Gepubliceerd op 16-11-2020

Geelbek Frijter Geelbek-frijter

betekenis & definitie

Oude namen voor de Frater ← in NV IV 1809 resp. Albarda 1897.

Het eerste deel duidt op de gele bek (=snavel) die deze soort heeft als hij de Lage Landen in het winterhalfjaar bezoekt (in de broedtijd is de snavel bruingrijs).
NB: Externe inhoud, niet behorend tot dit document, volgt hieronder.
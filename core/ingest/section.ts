/** What the preamble gives to the rows under it, where no column does. A file may hold several such blocks. */
import { preambleTarget, preambleTemperature_C } from './preamble'
import type { PreambleEntry } from './preamble'

export class Section {
  /** Every entry of the file, in order. */
  readonly entries: PreambleEntry[] = []
  lot = ''
  wafer = ''
  slot = ''
  temperature_C = NaN
  /** Said in the note that tells where a temperature came from. */
  temperatureText = ''
  time = ''
  private date = ''
  private isOpen = false
  /** Wafer and slot go together: a block that gives one of them doesn't keep the other of the block before. */
  private isWaferOfBlock = false

  /** Returns false if a temperature was given that can't be read. */
  take(entries: readonly PreambleEntry[]): boolean {
    if (!this.isOpen) this.open()
    let isRead = true
    for (const entry of entries) {
      this.entries.push(entry)
      isRead = this.takeOne(entry) && isRead
    }
    return isRead
  }

  /** The first reading after a preamble: the next entry begins a new block. */
  close(): void {
    this.isOpen = false
  }

  /** A new block is about another wafer; what it doesn't repeat of lot and temperature still holds. */
  private open(): void {
    this.isOpen = true
    this.isWaferOfBlock = false
    this.time = ''
    this.date = ''
  }

  private takeOne(entry: PreambleEntry): boolean {
    const target = preambleTarget(entry.key)
    if (target === 'lot') this.lot = entry.value
    if ((target === 'wafer' || target === 'slot') && !this.isWaferOfBlock) {
      this.wafer = ''
      this.slot = ''
      this.isWaferOfBlock = true
    }
    if (target === 'wafer') this.wafer = entry.value
    if (target === 'slot') this.slot = entry.value
    if (target === 'date') this.date = entry.value
    if (target === 'time') this.time = entry.value
    if (this.date !== '' && (target === 'date' || target === 'time')) this.time = joinDate(this.date, this.time)
    if (target !== 'temperature_C') return true
    this.temperature_C = preambleTemperature_C(entry)
    this.temperatureText = entry.value
    return !Number.isNaN(this.temperature_C)
  }
}

/** A date and a time of day in two places; a time that has a day already stands alone. */
export function joinDate(date: string, time: string): string {
  return /^\d{1,2}:\d{2}/.test(time) ? `${date} ${time}` : time === '' ? date : time
}
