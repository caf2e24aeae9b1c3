/**
 * One reading a site. Rows of a long file that hold the parts of one site (A and B, forward and reverse) become one
 * row; a part that is there already is a doubled site: the first is kept, the later is left out and listed.
 */
import { DROPPED } from './columns'
import type { NumberColumn } from './column-kinds'
import type { LotDraft } from './lot-draft'
import { B_BIT, NUMBERED_BIT, REVERSE_BIT } from './read-role'
import type { RowProblems } from './row-problems'
import { RowTable, SAME_PLACE_MM, cellOf, highCellOf, lowCellOf, mix } from './site-table'

const CURRENTS = [
  'current_A',
  'currentReverse_A',
  'currentB_A',
  'currentReverseB_A',
] as const satisfies readonly NumberColumn[]
const VOLTAGES = [
  'voltage_V',
  'voltageReverse_V',
  'voltageB_V',
  'voltageReverseB_V',
] as const satisfies readonly NumberColumn[]

export function foldSites(draft: LotDraft, files: readonly RowProblems[], isLong: boolean, dropped: Uint8Array): void {
  const { columns } = draft
  const firstOf = new SiteFinder(draft).firstRows()
  const parts = isLong ? new Uint8Array(columns.count) : null
  for (let row = 0; row < columns.count; row++) {
    const first = firstOf[row]
    const part = columns.role[row] & (REVERSE_BIT | B_BIT)
    if (first === row) {
      if (parts) {
        parts[row] = 1 << part
        if (part !== 0) movePart(draft, row, row, part)
      }
    } else if (parts && !(parts[first] & (1 << part))) {
      parts[first] = parts[first] | (1 << part)
      movePart(draft, row, first, part)
      dropped[row] = DROPPED.folded
    } else {
      dropped[row] = DROPPED.rejected
      const problems = files[columns.file[row]]
      problems.add({
        kind: 'doubled-site',
        file: problems.file,
        line: columns.line[row],
        wafer: draft.wafers.labels[columns.wafer[row]]!.id,
        site: draft.sites.names[columns.site[row]]!,
        firstLine: columns.line[first],
      })
    }
  }
}

/** Sites that only we number are counted anew where rows were put together, lest they come out as 1, 3, 5. */
export function renumberSites({ columns, sites }: LotDraft): void {
  const counts = new Map<number, number>()
  for (let row = 0; row < columns.count; row++) {
    if (!(columns.role[row] & NUMBERED_BIT)) continue
    const wafer = columns.wafer[row]
    const number = (counts.get(wafer) ?? 0) + 1
    counts.set(wafer, number)
    columns.site[row] = sites.ofNumber(number)
  }
}

/** Takes the row's current, voltage and V/I to the columns of its part, in the row `to`. */
function movePart({ columns }: LotDraft, from: number, to: number, part: number): void {
  const move = (source: NumberColumn, target: NumberColumn) => {
    const value = columns.numbers.get(source)?.[from] ?? NaN
    if (value !== value || (source === target && from === to)) return
    columns.number(target)[to] = value
    columns.number(source)[from] = NaN
  }
  move('current_A', CURRENTS[part])
  move('voltage_V', VOLTAGES[part])
  // A ready-made V/I has a place for either configuration, none for the reverse direction.
  if (part === B_BIT) move('vOverI_ohm', 'vOverIB_ohm')
  else if (part === 0) for (const name of READY) move(name, name)
  else if (from === to) for (const name of READY) columns.numbers.get(name)?.fill(NaN, from, from + 1)
}
const READY = ['vOverI_ohm', 'sheetResistance_ohm_sq', 'resistivity_ohm_cm'] as const

/** Looks rows of one wafer up by site name (and die, where sites are counted within a die), and by place. */
class SiteFinder {
  private readonly x: Float64Array | undefined
  private readonly y: Float64Array | undefined
  private readonly dieX: Float64Array | undefined
  private readonly dieY: Float64Array | undefined
  private row = 0

  constructor(private readonly draft: LotDraft) {
    const { numbers } = draft.columns
    this.x = numbers.get('x_mm')
    this.y = numbers.get('y_mm')
    this.dieX = numbers.get('dieX')
    this.dieY = numbers.get('dieY')
  }

  /** Of every row the first that is of the same site: itself for most. */
  firstRows(): Uint32Array {
    const { wafer, count } = this.draft.columns
    const { rows, ends } = groupRows(wafer, count, this.draft.wafers.labels.length)
    const most = ends.reduce((size, end, k) => Math.max(size, end - (k > 0 ? ends[k - 1] : 0)), 0)
    const byName = new RowTable(most)
    const byPlace = this.x && this.y ? new RowTable(most) : null
    const firstOf = new Uint32Array(count)
    let begin = 0
    for (const end of ends) {
      byName.clearFor(end - begin)
      byPlace?.clearFor(end - begin)
      for (let k = begin; k < end; k++) firstOf[rows[k]] = this.findOrInsert(rows[k], byName, byPlace)
      begin = end
    }
    return firstOf
  }

  private findOrInsert(row: number, byName: RowTable, byPlace: RowTable | null): number {
    this.row = row
    const isNamed = !this.isNumbered(row)
    const nameHash = isNamed ? this.nameHash(row) : 0
    const named = isNamed ? byName.find(nameHash, this.isSameName) : -1
    if (named >= 0) return named
    const placed = byPlace && this.hasPlace(row) ? byPlace : null
    const there = placed ? this.findPlace(row, placed) : -1
    if (there >= 0) return there
    if (isNamed) byName.insert(nameHash, row)
    placed?.insert(mix(cellOf(this.x![row]), cellOf(this.y![row])), row)
    return row
  }

  private findPlace(row: number, table: RowTable): number {
    const x = this.x![row]
    const y = this.y![row]
    const lowX = lowCellOf(x)
    const lowY = lowCellOf(y)
    const highX = highCellOf(x)
    const highY = highCellOf(y)
    let found = table.find(mix(lowX, lowY), this.isSamePlace)
    if (found < 0 && highX !== lowX) found = table.find(mix(highX, lowY), this.isSamePlace)
    if (found < 0 && highY !== lowY) found = table.find(mix(lowX, highY), this.isSamePlace)
    if (found < 0 && highX !== lowX && highY !== lowY) found = table.find(mix(highX, highY), this.isSamePlace)
    return found
  }

  private readonly isSameName = (other: number): boolean => {
    const { site } = this.draft.columns
    return site[other] === site[this.row] && isEqual(this.dieX, other, this.row) && isEqual(this.dieY, other, this.row)
  }

  private readonly isSamePlace = (other: number): boolean =>
    Math.abs(this.x![other] - this.x![this.row]) <= SAME_PLACE_MM &&
    Math.abs(this.y![other] - this.y![this.row]) <= SAME_PLACE_MM

  private nameHash(row: number): number {
    const die = this.dieX && this.dieY ? (this.dieX[row] * 8191 + this.dieY[row]) | 0 : 0
    return mix(this.draft.columns.site[row], die)
  }

  private isNumbered(row: number): boolean {
    return (this.draft.columns.role[row] & NUMBERED_BIT) !== 0
  }

  private hasPlace(row: number): boolean {
    return this.x![row] === this.x![row] && this.y![row] === this.y![row]
  }
}

/** The rows wafer by wafer, each wafer's in reading order, and where each wafer's end. */
function groupRows(wafer: Uint32Array, count: number, wafers: number): { rows: Uint32Array; ends: Uint32Array } {
  const ends = new Uint32Array(wafers)
  for (let row = 0; row < count; row++) ends[wafer[row]]++
  for (let k = 1; k < wafers; k++) ends[k] += ends[k - 1]
  const next = Uint32Array.from(ends, (_, k) => (k > 0 ? ends[k - 1] : 0))
  const rows = new Uint32Array(count)
  for (let row = 0; row < count; row++) rows[next[wafer[row]]++] = row
  return { rows, ends }
}

function isEqual(column: Float64Array | undefined, a: number, b: number): boolean {
  if (!column) return true
  return column[a] === column[b] || (column[a] !== column[a] && column[b] !== column[b])
}
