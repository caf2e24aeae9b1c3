/** The delimiter and the header row, found together: the delimiter is the one under which a row reads as a header. */
import type { FileProblem } from '../problems/problem'
import { findUnit } from '../units/unit-register'
import { headerStrength } from './match-columns'
import { isBlank, parseNumber } from './parse-number'
import type { ReadOptions } from './read-options'
import { splitRows } from './split-rows'
import type { Rows } from './split-rows'

export interface FoundHeader {
  readonly delimiter: string
  /** Index into the rows of the first block. */
  readonly row: number
}

const DELIMITERS = [',', ';', '\t'] as const
/** A preamble may be long, but not longer. */
const SEARCH_ROWS = 500
const MAX_COLUMNS = 1000

export function findHeader(file: string, block: string, options: ReadOptions): FoundHeader | FileProblem {
  const declared = /^\s*sep=([,;\t])[^\S\n]*(?:\n|$)/i.exec(block)?.[1]
  const delimiters = options.delimiter ? [options.delimiter] : declared ? [declared] : DELIMITERS
  let best: (FoundHeader & { readonly rank: number }) | null = null
  for (const delimiter of delimiters) {
    const found = searchRows(splitRows(block, delimiter, 1), options)
    if (found && (best === null || found.rank > best.rank)) best = { delimiter, ...found }
  }
  if (best) return { delimiter: best.delimiter, row: best.row }
  const firstLine = block.split(/\r?\n/, 50).find((line) => !isBlank(line)) ?? ''
  return { kind: 'no-header', file, firstLine: firstLine.slice(0, 120).trim() }
}

/** The first row that names our columns and is followed by numbers; else one that names them; else words over numbers. */
function searchRows(rows: Rows, options: ReadOptions): { row: number; rank: number } | null {
  let named: { row: number; rank: number } | null = null
  let unnamed: { row: number; rank: number } | null = null
  const end = Math.min(rows.cells.length, SEARCH_ROWS)
  for (let row = 0; row < end; row++) {
    const cells = rows.cells[row]
    if (!isWordRow(cells) || isUnsplit(cells)) continue
    const strength = headerStrength(trimmed(cells), options)
    const next = nextFilled(rows, row)
    const isOverNumbers = next !== null && countNumbers(next) > 0 && next.length >= widthOf(cells)
    if (strength > 0 && isOverNumbers) return { row, rank: 2000 + strength }
    if (strength > 1) named ??= { row, rank: 1000 + strength }
    const isTable = isOverNumbers && widthOf(cells) > 1 && countNumbers(next) * 2 >= widthOf(cells)
    if (isTable && widthOf(cells) > (unnamed?.rank ?? 0)) unnamed = { row, rank: widthOf(cells) }
  }
  return named ?? unnamed
}

/** One cell with another delimiter in it: the row is not split as it should be, and "1,92" under it is no 1.92. */
function isUnsplit(cells: readonly string[]): boolean {
  return widthOf(cells) === 1 && /[,;\t]/.test(cells[0].trim())
}

export function trimmed(cells: readonly string[]): string[] {
  return cells.map((cell) => cell.trim())
}

/** Words, no numbers: what a header row looks like. */
export function isWordRow(cells: readonly string[]): boolean {
  return cells.length <= MAX_COLUMNS && !cells.every(isBlank) && countNumbers(cells) === 0
}

/** Units under the names: every filled cell is a unit, perhaps in brackets. */
export function isUnitsRow(cells: readonly string[]): boolean {
  const filled = cells.filter((cell) => !isBlank(cell))
  return (
    filled.length > 0 &&
    filled.every((cell) => /^[([]?-*[)\]]?$/.test(cell.trim()) || findUnit(cell.replace(/[()[\]]/g, '')) !== null)
  )
}

/** Without the empty cells at the end. */
export function widthOf(cells: readonly string[]): number {
  let width = cells.length
  while (width > 0 && isBlank(cells[width - 1])) width--
  return width
}

function nextFilled(rows: Rows, row: number): readonly string[] | null {
  for (let next = row + 1; next < Math.min(rows.cells.length, row + 10); next++) {
    const cells = rows.cells[next]
    if (!cells.every(isBlank) && !isUnitsRow(cells)) return cells
  }
  return null
}

function countNumbers(cells: readonly string[]): number {
  let count = 0
  for (const cell of cells) if (isNumber(cell)) count++
  return count
}

function isNumber(cell: string): boolean {
  return !Number.isNaN(parseNumber(cell, 46, 0)) || !Number.isNaN(parseNumber(cell, 44, 0))
}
Voor het tweede deel van de naam zie Frijtertje.ETYMOLOGIE N geel <mnl geel (gelu =verbogen vorm; bijv. in de vlaamse volksnaam Geluwe Paardestaart ( = Gele Kwikstaart) in Emelgem (WVl)) <oudsaksisch gelu; ohd gelo (>gelb); oudengels geolu, geolw(>yellow); oudnoords gulr (>gul); <germ *gelwa; Lat gilvus, helvus (verwant zijn ook fulvus (geelbruin, goudgeel, rossig), falvus (>F fauve en Fauvette ← 'Grasmus'), flavus en fel 'gal'); Gr chloros 'geelgroen'; <idg *ghel, *ghlo (>N glans (zie sub Glanskop), >goud (zie sub Goudhaantje), gloeien, gloed, glimmen (vgl. E Glossy Ibis); wellicht ook via Gr yAauKÓg glaukós E Glaucous Gull 'Burgemeester'. Voor de etymologie van bek zie -bek.